Exercise directions => An exact, word-for-word copy of the entries is required, beginning at the line that contains "mass += l.ThicknessM * q.RhoKgM3" and ending at the last line, both included.

[Dataset entries]
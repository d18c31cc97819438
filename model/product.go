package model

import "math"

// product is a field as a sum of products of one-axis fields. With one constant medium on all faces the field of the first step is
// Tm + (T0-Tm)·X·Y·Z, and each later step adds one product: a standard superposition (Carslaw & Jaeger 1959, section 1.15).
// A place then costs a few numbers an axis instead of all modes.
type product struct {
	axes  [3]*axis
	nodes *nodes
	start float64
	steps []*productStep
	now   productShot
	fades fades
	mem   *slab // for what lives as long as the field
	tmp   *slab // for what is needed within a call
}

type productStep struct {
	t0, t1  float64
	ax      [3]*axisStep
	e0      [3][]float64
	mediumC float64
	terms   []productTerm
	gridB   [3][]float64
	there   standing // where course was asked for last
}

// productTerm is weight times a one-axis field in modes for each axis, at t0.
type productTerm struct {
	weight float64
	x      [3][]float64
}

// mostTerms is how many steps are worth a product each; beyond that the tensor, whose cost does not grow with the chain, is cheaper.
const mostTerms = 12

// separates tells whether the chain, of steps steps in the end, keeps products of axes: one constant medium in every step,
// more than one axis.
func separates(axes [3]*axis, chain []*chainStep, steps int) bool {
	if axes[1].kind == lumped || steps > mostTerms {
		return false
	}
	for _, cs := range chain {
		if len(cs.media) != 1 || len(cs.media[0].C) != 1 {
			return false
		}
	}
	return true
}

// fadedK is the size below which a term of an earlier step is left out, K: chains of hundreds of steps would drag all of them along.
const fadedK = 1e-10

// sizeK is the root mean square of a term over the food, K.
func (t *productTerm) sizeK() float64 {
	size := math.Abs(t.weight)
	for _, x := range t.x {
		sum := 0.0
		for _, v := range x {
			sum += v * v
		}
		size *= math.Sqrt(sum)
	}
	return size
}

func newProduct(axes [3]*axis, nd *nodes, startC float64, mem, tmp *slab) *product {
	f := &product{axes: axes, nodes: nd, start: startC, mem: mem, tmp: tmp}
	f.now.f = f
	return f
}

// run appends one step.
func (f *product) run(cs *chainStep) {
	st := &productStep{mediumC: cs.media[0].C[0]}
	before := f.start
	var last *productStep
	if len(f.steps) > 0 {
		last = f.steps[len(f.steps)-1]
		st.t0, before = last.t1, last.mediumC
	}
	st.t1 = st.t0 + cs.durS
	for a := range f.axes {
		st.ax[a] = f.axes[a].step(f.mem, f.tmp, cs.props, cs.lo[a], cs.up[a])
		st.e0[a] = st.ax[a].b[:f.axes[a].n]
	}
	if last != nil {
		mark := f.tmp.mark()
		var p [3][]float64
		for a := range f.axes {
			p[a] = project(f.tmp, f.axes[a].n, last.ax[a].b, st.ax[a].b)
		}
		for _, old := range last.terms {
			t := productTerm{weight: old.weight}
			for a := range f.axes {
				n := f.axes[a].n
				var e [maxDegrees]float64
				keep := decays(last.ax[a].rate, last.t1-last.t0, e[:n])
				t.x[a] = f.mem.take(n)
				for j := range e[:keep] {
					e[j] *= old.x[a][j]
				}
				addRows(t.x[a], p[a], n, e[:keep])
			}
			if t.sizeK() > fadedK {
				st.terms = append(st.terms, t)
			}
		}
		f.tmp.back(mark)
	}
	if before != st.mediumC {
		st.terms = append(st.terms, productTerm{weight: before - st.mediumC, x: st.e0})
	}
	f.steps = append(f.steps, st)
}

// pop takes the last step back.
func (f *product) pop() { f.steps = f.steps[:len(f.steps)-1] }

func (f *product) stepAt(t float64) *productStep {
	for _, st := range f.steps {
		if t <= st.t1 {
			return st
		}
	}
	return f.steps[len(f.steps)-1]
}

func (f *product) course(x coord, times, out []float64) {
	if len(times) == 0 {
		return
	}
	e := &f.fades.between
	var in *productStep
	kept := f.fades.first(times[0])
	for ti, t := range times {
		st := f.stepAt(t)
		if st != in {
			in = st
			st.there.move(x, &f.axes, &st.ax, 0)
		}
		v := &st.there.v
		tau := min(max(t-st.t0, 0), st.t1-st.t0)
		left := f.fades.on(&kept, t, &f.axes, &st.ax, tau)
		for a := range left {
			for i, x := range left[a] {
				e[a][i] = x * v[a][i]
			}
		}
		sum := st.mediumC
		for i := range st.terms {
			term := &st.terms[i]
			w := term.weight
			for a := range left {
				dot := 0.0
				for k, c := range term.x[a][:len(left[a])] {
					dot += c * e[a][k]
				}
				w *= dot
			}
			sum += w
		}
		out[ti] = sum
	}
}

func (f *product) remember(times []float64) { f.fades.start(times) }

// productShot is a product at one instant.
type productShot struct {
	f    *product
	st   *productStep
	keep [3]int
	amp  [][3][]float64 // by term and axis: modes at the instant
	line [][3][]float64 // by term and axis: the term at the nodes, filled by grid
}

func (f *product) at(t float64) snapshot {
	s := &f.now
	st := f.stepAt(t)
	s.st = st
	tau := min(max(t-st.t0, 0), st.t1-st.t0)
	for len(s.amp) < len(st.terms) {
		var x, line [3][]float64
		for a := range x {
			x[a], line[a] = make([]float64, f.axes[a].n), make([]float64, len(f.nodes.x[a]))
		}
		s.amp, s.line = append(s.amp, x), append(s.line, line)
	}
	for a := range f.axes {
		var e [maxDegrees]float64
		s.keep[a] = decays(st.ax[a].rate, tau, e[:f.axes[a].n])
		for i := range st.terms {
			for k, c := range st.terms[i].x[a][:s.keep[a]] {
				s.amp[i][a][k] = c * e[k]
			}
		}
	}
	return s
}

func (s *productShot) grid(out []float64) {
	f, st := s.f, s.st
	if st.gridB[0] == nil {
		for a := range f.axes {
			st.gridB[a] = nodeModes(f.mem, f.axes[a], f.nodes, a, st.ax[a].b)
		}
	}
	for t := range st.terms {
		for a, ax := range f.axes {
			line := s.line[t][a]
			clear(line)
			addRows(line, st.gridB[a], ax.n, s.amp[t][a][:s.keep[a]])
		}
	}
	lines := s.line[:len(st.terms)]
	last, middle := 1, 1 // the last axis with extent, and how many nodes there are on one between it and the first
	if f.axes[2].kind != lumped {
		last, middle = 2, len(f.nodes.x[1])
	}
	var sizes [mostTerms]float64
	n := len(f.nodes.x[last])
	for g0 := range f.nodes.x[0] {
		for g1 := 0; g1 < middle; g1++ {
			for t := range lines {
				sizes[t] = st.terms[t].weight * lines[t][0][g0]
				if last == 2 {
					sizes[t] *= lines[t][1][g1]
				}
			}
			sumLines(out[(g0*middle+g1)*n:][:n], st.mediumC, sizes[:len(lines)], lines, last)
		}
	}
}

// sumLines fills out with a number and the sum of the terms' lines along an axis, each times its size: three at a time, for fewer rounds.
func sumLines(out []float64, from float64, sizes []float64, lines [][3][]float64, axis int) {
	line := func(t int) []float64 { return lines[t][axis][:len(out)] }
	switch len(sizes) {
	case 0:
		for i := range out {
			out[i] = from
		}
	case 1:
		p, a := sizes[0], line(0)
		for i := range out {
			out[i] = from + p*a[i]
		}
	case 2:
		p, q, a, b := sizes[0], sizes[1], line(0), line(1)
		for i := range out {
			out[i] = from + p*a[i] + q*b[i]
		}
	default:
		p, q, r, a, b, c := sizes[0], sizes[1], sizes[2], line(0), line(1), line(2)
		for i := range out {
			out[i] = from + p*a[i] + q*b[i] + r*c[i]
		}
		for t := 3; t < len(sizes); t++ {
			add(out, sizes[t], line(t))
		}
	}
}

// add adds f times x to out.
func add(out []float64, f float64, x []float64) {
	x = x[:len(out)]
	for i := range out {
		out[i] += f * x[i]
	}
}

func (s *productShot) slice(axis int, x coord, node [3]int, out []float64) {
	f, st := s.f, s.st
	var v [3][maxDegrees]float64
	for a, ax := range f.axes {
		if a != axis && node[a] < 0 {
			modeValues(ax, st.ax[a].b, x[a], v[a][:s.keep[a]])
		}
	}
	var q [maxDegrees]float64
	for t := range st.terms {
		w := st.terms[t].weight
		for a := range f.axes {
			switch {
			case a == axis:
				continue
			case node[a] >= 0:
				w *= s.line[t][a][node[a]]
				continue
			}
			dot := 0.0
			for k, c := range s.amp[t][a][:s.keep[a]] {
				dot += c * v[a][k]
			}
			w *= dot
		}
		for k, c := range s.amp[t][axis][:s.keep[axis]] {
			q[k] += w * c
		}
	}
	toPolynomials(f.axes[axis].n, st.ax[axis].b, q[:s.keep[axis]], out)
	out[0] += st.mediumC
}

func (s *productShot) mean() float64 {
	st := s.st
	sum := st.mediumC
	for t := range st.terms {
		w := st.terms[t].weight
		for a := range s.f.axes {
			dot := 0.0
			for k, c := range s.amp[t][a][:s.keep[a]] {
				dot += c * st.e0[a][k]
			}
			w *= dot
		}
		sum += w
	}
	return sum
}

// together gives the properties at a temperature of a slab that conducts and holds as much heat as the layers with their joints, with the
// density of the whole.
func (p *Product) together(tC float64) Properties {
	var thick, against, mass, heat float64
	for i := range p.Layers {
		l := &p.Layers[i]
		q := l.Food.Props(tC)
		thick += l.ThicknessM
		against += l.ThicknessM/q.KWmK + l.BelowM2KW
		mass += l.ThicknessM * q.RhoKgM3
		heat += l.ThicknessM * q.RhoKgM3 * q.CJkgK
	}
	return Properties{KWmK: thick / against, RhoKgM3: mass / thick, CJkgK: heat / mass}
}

Answer space =>
		mass += l.ThicknessM * q.RhoKgM3
		heat += l.ThicknessM * q.RhoKgM3 * q.CJkgK
	}
	return Properties{KWmK: thick / against, RhoKgM3: mass / thick, CJkgK: heat / mass}
}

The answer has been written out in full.